YOUR GOAL: After finding the line containing "assert not any(isinstance(c, PolyCollection)" below, please output that line and each following one through the line containing "assert colour_bar.get_xlim() == pytest.approx((0.0, size.max()", exactly as written.

──────── SOURCE RECORDS ────────

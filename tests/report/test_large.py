"""Large frames: every table prints every row, continued over pages; nothing is left to the CSV files alone."""

from __future__ import annotations

import re
import sys
from dataclasses import replace
from pathlib import Path

import numpy as np
import pdfplumber
import pytest
from matplotlib.colors import to_hex

from sheets.analysis import analyse
from sheets.analysis.member_checks import member_checks
from sheets.model import load_project
from sheets.reciprocal.stage import project_diagrams
from sheets.render import palette
from sheets.render.force_summary import force_summary_figure
from sheets.report import figures
from sheets.report.assemble import assemble
from sheets.report.templates import load_template

PANELS = 60


def _long_truss(folder):
    """An invented 60-panel Pratt truss (241 members): long enough that every table is cut."""
    nodes = [f'L{i} = [{i * 2.0}, 0]' for i in range(PANELS + 1)] + [f'U{i} = [{i * 2.0}, 2.5]' for i in range(PANELS + 1)]
    members = []
    for i in range(PANELS):
        members.append(f'B{i} = {{ ends = ["L{i}", "L{i + 1}"], group = "bottom" }}')
        members.append(f'T{i} = {{ ends = ["U{i}", "U{i + 1}"], group = "top" }}')
        a, b = (f"L{i}", f"U{i + 1}") if i < PANELS // 2 else (f"U{i}", f"L{i + 1}")
        members.append(f'D{i} = {{ ends = ["{a}", "{b}"], group = "web" }}')
    for i in range(PANELS + 1):
        members.append(f'V{i} = {{ ends = ["L{i}", "U{i}"], group = "web" }}')
    loads = ", ".join(f"U{i} = [0, -10]" for i in range(1, PANELS))
    text = f"""
[project]
title = "Long test truss"
date = "2026-01-05"
revision = "A"

[materials.steel]
elastic_modulus = "210 GPa"
yield_strength = "355 MPa"

[sections.S]
material = "steel"
area = "3000 mm^2"
second_moment = "9e6 mm^4"

[member_defaults]
section = "S"

[nodes]
{chr(10).join(nodes)}

[members]
{chr(10).join(members)}

[supports]
L0 = "xy"
L{PANELS} = "y"

[cases.G]
title = "Roof load"
loads = {{ {loads} }}

[design]
partial_factor = 1.0
effective_length_factor = 1.0
slenderness_limit = 200
"""
    path = folder / "long.toml"
    path.write_text(text)
    return path


def _reading_order(pages: list[str], row: str) -> list[tuple]:
    """Rows of a table set in one or two columns a page: down the left column, then down the right one."""
    out = []
    for text in pages:
        left, right = [], []
        for line in text.splitlines():
            found = re.findall(row, line)
            left += found[:1]
            right += found[1:]
        out += left + right
    return out


def test_tables_list_every_member_in_order(tmp_path):
    analysis = analyse(load_project(_long_truss(tmp_path)))
    checks = member_checks(analysis)
    template = load_template("a4-portrait")
    pdf = tmp_path / "long.pdf"
    pdf.write_bytes(assemble(analysis, checks, (), template))
    with pdfplumber.open(pdf) as doc:
        pages = [page.extract_text() or "" for page in doc.pages]
    text = "\n".join(pages)
    p = analysis.project
    assert p.n_members > template.table_rows  # long enough that the old sheets cut the tables
    # the member forces table prints every member, in the project's order, with its force to the printed precision
    printed = _reading_order(pages, r"(\w+) (L\d+|U\d+)-(L\d+|U\d+) [\d.]+ (-?[\d,.]+) (?:tension|compression|zero)")
    assert [row[0] for row in printed] == list(p.member_ids)
    forces = analysis.states[0].forces / p.units.factor("force")
    assert np.allclose([float(row[3].replace(",", "")) for row in printed], forces, atol=0.006)
    assert "are shown; all of them are in" not in text
    # the envelope and the member checks list every member too (one row each)
    flat = " ".join(text.split())
    assert "Every member checked, largest utilisation first" in flat
    for mid in p.member_ids:
        assert len(re.findall(rf"(?:^| ){mid} ", text, re.M)) >= 3, mid  # the members, forces and envelope tables


# -- frames above the label limit: a force summary, not their diagrams ------------

BENCH = Path(__file__).resolve().parents[2] / "bench"


def _grid_analysis(folder, bays=12):
    """The benchmark's double-layer roof grid (bench/grids.py, invented), 8 x bays^2 members."""
    sys.path.insert(0, str(BENCH))
    try:
        from grids import double_layer_grid, write_project
    finally:
        sys.path.remove(str(BENCH))
    return analyse(load_project(write_project(double_layer_grid(bays, bays), folder)))


@pytest.fixture(scope="module")
def grid(tmp_path_factory):
    return _grid_analysis(tmp_path_factory.mktemp("grid"))


def test_a_large_frame_gets_the_summary_not_its_diagrams(grid):
    template = load_template("a4-portrait")
    assert grid.project.n_members == 1152 > template.labels_up_to
    ids = [s.id for s in figures.drawn_states(grid)]
    diagrams = project_diagrams(grid, ids, members_up_to=template.labels_up_to)
    assert all(d.force is None and d.cells is None and d.minkowski is None for d in diagrams.values())
    assert all("label limit of 120" in d.problems[0] for d in diagrams.values())
    sources = tuple(s for s in figures.SOURCES if s.name != "model" and s.name != "loads")
    found, notes = figures.collect_figures(grid, template, workers=1, sources=sources, diagrams=diagrams)
    assert [f.key for f in found] == [f"summary-{sid}" for sid in ids] and notes == ()
    summary = found[0]
    assert summary.part == "force_diagram" and summary.vector is not None
    assert "not drawn" in summary.caption and "sheets draw" in summary.caption
    # the same frame under a template whose limit it fits gets the full diagrams again
    roomy = replace(template, labels_up_to=grid.project.n_members)
    assert not figures.summarised(grid, roomy) and figures.summarised(grid, template)


def test_the_summary_scales_carry_the_extremes_of_the_forces(grid):
    state = grid.state("gravity")
    t = np.asarray(state.forces)
    factor = grid.project.units.factor("force")  # kN
    fig = force_summary_figure(grid.project, t, "gravity")
    views = len(grid.project.drawing.views)
    colour_bar, histogram, table = fig.axes[views:]
    # colour bar: symmetric about zero, ends at the largest |force|
    assert colour_bar.get_xlim() == pytest.approx((-np.abs(t).max() / factor, np.abs(t).max() / factor))
    # histogram: tension and compression apart, every member counted once, extremes inside the end bars
    zero = np.abs(t) <= palette.ZERO_FORCE_RELATIVE * np.abs(t).max()
    by_colour = {}
    for bar in histogram.patches:
        colour = to_hex(bar.get_facecolor())
        by_colour.setdefault(colour, []).append((bar.get_x(), bar.get_x() + bar.get_width(), bar.get_height()))
    tension, compression = by_colour[palette.TENSION.lower()], by_colour[palette.COMPRESSION.lower()]
    assert sum(h for *_, h in tension) == np.sum((t > 0) & ~zero)
    assert sum(h for *_, h in compression) == np.sum((t < 0) & ~zero)
    low = min(x0 for x0, _, h in compression if h > 0)
    high = max(x1 for _, x1, h in tension if h > 0)
    assert low <= t.min() / factor < low + (high - low) / 10 and high - (high - low) / 10 < t.max() / factor <= high
    legend = [x.get_text() for x in histogram.get_legend().get_texts()]
    assert f"largest {t.max() / factor:,.4g}" in legend[1] and f"largest {t.min() / factor:,.4g}" in legend[0]
    # the table of extremes: the largest tension first, the largest compression after the tensions
    cells = {(r, c): cell.get_text().get_text() for (r, c), cell in table.tables[0].get_celld().items()}
    ids = grid.project.member_ids
    assert cells[(1, 0)] == ids[int(np.argmax(t))] and cells[(6, 0)] == ids[int(np.argmin(t))]
    assert float(cells[(1, 1)].replace(",", "")) == pytest.approx(t.max() / factor, rel=1e-3)


def test_roundoff_closure_is_one_line_of_text():
    assert "round-off only" in figures.closure_line(3e-14, 1e-6)
    assert "within the tolerance" in figures.closure_line(2e-8, 1e-6)
    assert "BEYOND THE TOLERANCE" in figures.closure_line(1e-3, 1e-6)


def test_a_large_frames_loads_are_dots_scaled_to_the_largest_load(grid):
    from matplotlib.collections import PolyCollection

    from sheets.render.form_figure import loads_figure

    loads = np.asarray(grid.state("snow").loads)
    size = np.linalg.norm(loads, axis=1)
    factor = grid.project.units.factor("force")
    fig = loads_figure(grid.project, loads, "snow", labels_up_to=120)
    panels = [ax for ax in fig.axes if ax.get_title()]
    assert not any(isinstance(c, PolyCollection) for ax in panels for c in ax.collections)  # no arrows
    colour_bar = fig.axes[-1]
    assert colour_bar.get_xlim() == pytest.approx((0.0, size.max() / factor))
    legend = " ".join(t.get_text() for t in fig.legends[0].get_texts()) + fig.legends[0].get_title().get_text()
    assert grid.project.node_ids[int(np.argmax(size))] in legend and f"({int((size > 0).sum())};" in legend
    assert f"{loads[:, 2].sum() / factor:,.4g}" in legend  # the resultant's vertical component
    # under the limit the same loads are arrows again
    small = loads_figure(grid.project, loads, "snow", labels_up_to=grid.project.n_members)
    assert any(isinstance(c, PolyCollection) for ax in small.axes for c in ax.collections)
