"""Recorded figures placed as PDF form XObjects (sheets.report.pdf_form).

The reference is outside the project: matplotlib's own raster renderer (Agg) draws the
figure, pypdfium2 renders the page that places its form, and the two images must agree
(up to anti-aliasing and text drawn as outlines); pypdf reads the form's dictionary.
"""

from __future__ import annotations

import io

import matplotlib

matplotlib.use("Agg")
import numpy as np  # noqa: E402
from matplotlib.backends.backend_agg import FigureCanvasAgg  # noqa: E402
from matplotlib.figure import Figure  # noqa: E402
from matplotlib.patches import Circle, Rectangle  # noqa: E402
from pypdf import PdfReader  # noqa: E402
from reportlab.pdfgen.canvas import Canvas  # noqa: E402

from sheets.report.vector import record  # noqa: E402

DPI = 100


def busy_figure() -> Figure:
    """Translucent fills over each other, a dashed line, a clip path, and a raster image (imshow)."""
    fig = Figure(figsize=(3.0, 2.0), dpi=DPI)
    ax = fig.add_axes((0.05, 0.05, 0.9, 0.9))
    ax.set_xlim(0, 3)
    ax.set_ylim(0, 2)
    ax.axis("off")
    ax.add_patch(Rectangle((0.2, 0.2), 1.4, 1.2, color="#0072B2", alpha=0.5))
    ax.add_patch(Rectangle((0.9, 0.6), 1.4, 1.2, color="#D55E00", alpha=0.5))
    ax.plot([0.1, 2.9], [1.9, 0.1], color="black", lw=2, ls="--")
    clipped = ax.plot([0, 3], [0.4, 0.4], color="#009E73", lw=6)[0]
    clipped.set_clip_path(Circle((2.4, 0.5), 0.4, transform=ax.transData))
    ax.imshow(np.arange(12.0).reshape(3, 4), extent=(2.3, 2.9, 1.2, 1.8), cmap="viridis", interpolation="nearest")
    return fig


def agg_pixels(fig: Figure) -> np.ndarray:
    canvas = FigureCanvasAgg(fig)
    canvas.draw()
    return np.asarray(canvas.buffer_rgba())[..., :3].astype(int)


def placed(vector, times: int = 1) -> bytes:
    buffer = io.BytesIO()
    canvas = Canvas(buffer, pagesize=(vector.width, vector.height * times), invariant=1)
    for k in range(times):
        vector.draw(canvas, 0, k * vector.height)
    canvas.showPage()
    canvas.save()
    return buffer.getvalue()


def test_a_placed_form_renders_as_matplotlib_draws_the_figure():
    import pypdfium2

    fig = busy_figure()
    expected = agg_pixels(fig)
    vector = record(fig)
    page = pypdfium2.PdfDocument(placed(vector))[0]
    got = page.render(scale=DPI / 72, rev_byteorder=True).to_numpy().astype(int)  # RGB, as Agg
    h, w = min(got.shape[0], expected.shape[0]), min(got.shape[1], expected.shape[1])
    diff = np.abs(got[:h, :w] - expected[:h, :w])
    assert abs(got.shape[0] - expected.shape[0]) <= 1 and abs(got.shape[1] - expected.shape[1]) <= 1
    assert diff.mean() < 4  # edges differ by anti-aliasing only
    assert (diff.max(axis=2) > 60).mean() < 0.02
    # the overlap of the two translucent fills: both alphas applied, as matplotlib composes them
    y, x = int(h * (1 - 1.0 / 2 * 0.9 - 0.05)), int(w * (0.05 + 1.25 / 3 * 0.9))
    assert np.abs(got[y - 2:y + 3, x - 2:x + 3] - expected[y - 2:y + 3, x - 2:x + 3]).max() <= 3


def test_a_form_is_stored_once_however_often_it_is_placed():
    vector = record(busy_figure())
    pdf = placed(vector, times=3)
    assert pdf.count(b"/Subtype /Form") == 1
    assert pdf.count(b"/Subtype /Image") == 1  # the imshow raster, named by the form
    xobjects = PdfReader(io.BytesIO(pdf)).pages[0]["/Resources"]["/XObject"]
    (form,) = [x.get_object() for x in xobjects.values()]
    assert form["/Subtype"] == "/Form"
    assert [float(v) for v in form["/BBox"]] == [0, 0, vector.width, vector.height]
    alphas = {round(float(g["/ca"]), 3) for g in form["/Resources"]["/ExtGState"].values()}
    assert 0.5 in alphas
    assert pdf == placed(record(busy_figure()), times=3)  # bytes depend on the content only


def test_the_form_travels_with_the_figure():
    """Made once where the figure is drawn, and pickled with it (figure workers, the stage cache)."""
    import pickle

    vector = record(busy_figure())
    form = vector.form
    again = pickle.loads(pickle.dumps(vector))
    assert "form" in again.__dict__ and again.form == form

────────

ANSWER SECTION:
    assert not any(isinstance(c, PolyCollection) for ax in panels for c in ax.collections)  # no arrows
    colour_bar = fig.axes[-1]
    assert colour_bar.get_xlim() == pytest.approx((0.0, size.max() / factor))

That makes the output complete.